Dataset entries:
def _plan(panel: Any, model: Any, *, learner: Any, regressor: Any, folds: Any, seed: Any,
          debias: Any, splits: Any, scheme: Any, clip: Any, cov: Any, small_sample: Any,
          moments: Any, nuisances: Nuisances | None, model_ccp_steps: Any,
          correction_weights: Any, backend: Any, n_jobs: Any) -> _Plan:
    """Check every input of :func:`estimate` and bind the model (the warnings about the
    model's assumptions are issued here, once)."""
    if not isinstance(panel, Panel):
        raise InputError(
            f"panel must be an orthoccp.Panel, got {type(panel).__name__}; wrap the DataFrame "
            f"with Panel(df, unit=..., period=..., choice=..., states=[...])."
        )
    if not isinstance(model, Model):
        raise InputError(f"model must be an orthoccp.Model, got {type(model).__name__}.")
    check_options(splits=splits, folds=folds, clip=clip, seed=seed, debias=debias,
                  small_sample=small_sample)
    check_cov_name(cov)
    runner = resolve_backend(backend, n_jobs)
    _check_scheme(scheme, folds)
    if cov == "clustered" and panel.n_units < 2 and model.discount == 0:
        raise InputError(
            f"the data have {panel.n_units} unit; clustered standard errors need at least two "
            f"clusters (units)."
        )
    bound = model.bind(panel)
    moments = _choose_moments(bound, moments, debias)
    _check_model_ccp_steps(model_ccp_steps, moments=moments, nuisances=nuisances, bound=bound)
    check_option("correction_weights", correction_weights)
    rows, corrected, accounting = account_rows(bound)
    if rows.size < panel.n_rows:
        bound._check_identified(rows)
    pair = resolve_learners(learner, regressor)
    robust = moments == "renewal_robust"
    if robust:
        warn_if_not_persistent(bound, stacklevel=4)
    warn_if_not_reset(bound, stacklevel=4)
    return _Plan(
        panel=panel, model=model, bound=bound, pair=pair, runner=runner, rows=rows,
        corrected=corrected, accounting=accounting, moments=moments,
        robust=plan_robust(bound) if robust else None,
        fcols=persistent_feature_columns(bound) if robust else None,
        static=not bound.has_next_stage, debias=bool(debias),
        fixed=correction_weights == "plugin", folds=int(folds), seed=int(seed),
        scheme=scheme, clip=float(clip), cov=cov, small_sample=bool(small_sample),
        model_ccp_steps=int(model_ccp_steps), nuisances=nuisances,
        correction_weights=str(correction_weights),
    )


def _first_stage(plan: _Plan, split: int) -> Nuisances:
    """The split's nuisances: supplied, none needed (static), or cross-fitted."""
    if plan.nuisances is not None:
        return plan.nuisances
    if plan.static:
        J = len(plan.panel.choices)
        return Nuisances(ccp=np.full((plan.panel.n_rows, J), 1.0 / J),
                         mu=np.full((plan.panel.n_rows, J, plan.bound.n_targets), np.nan))
    return _cross_fitted(plan.bound, plan.pair, plan.folds, plan.seed, split=split,
                         scheme=plan.scheme, clip=plan.clip, anchor_features=plan.fcols,
                         backend=plan.runner)


def _fix_weights(plan: _Plan, system: Any, at: np.ndarray) -> Any:
    """With ``correction_weights="plugin"``, the system with its corrections' weights fixed at
    ``at``; otherwise the system itself."""
    if plan.fixed:
        return replace(system, correction_theta=np.array(at, dtype=np.float64))
    return system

### [PROBLEM DESCRIPTION]
Quote the records from their first line to the line with "model's assumptions are", inclusive, without adding or dropping anything.

### [RESULT]
def _plan(panel: Any, model: Any, *, learner: Any, regressor: Any, folds: Any, seed: Any,
          debias: Any, splits: Any, scheme: Any, clip: Any, cov: Any, small_sample: Any,
          moments: Any, nuisances: Nuisances | None, model_ccp_steps: Any,
          correction_weights: Any, backend: Any, n_jobs: Any) -> _Plan:
    """Check every input of :func:`estimate` and bind the model (the warnings about the
    model's assumptions are issued here, once)."""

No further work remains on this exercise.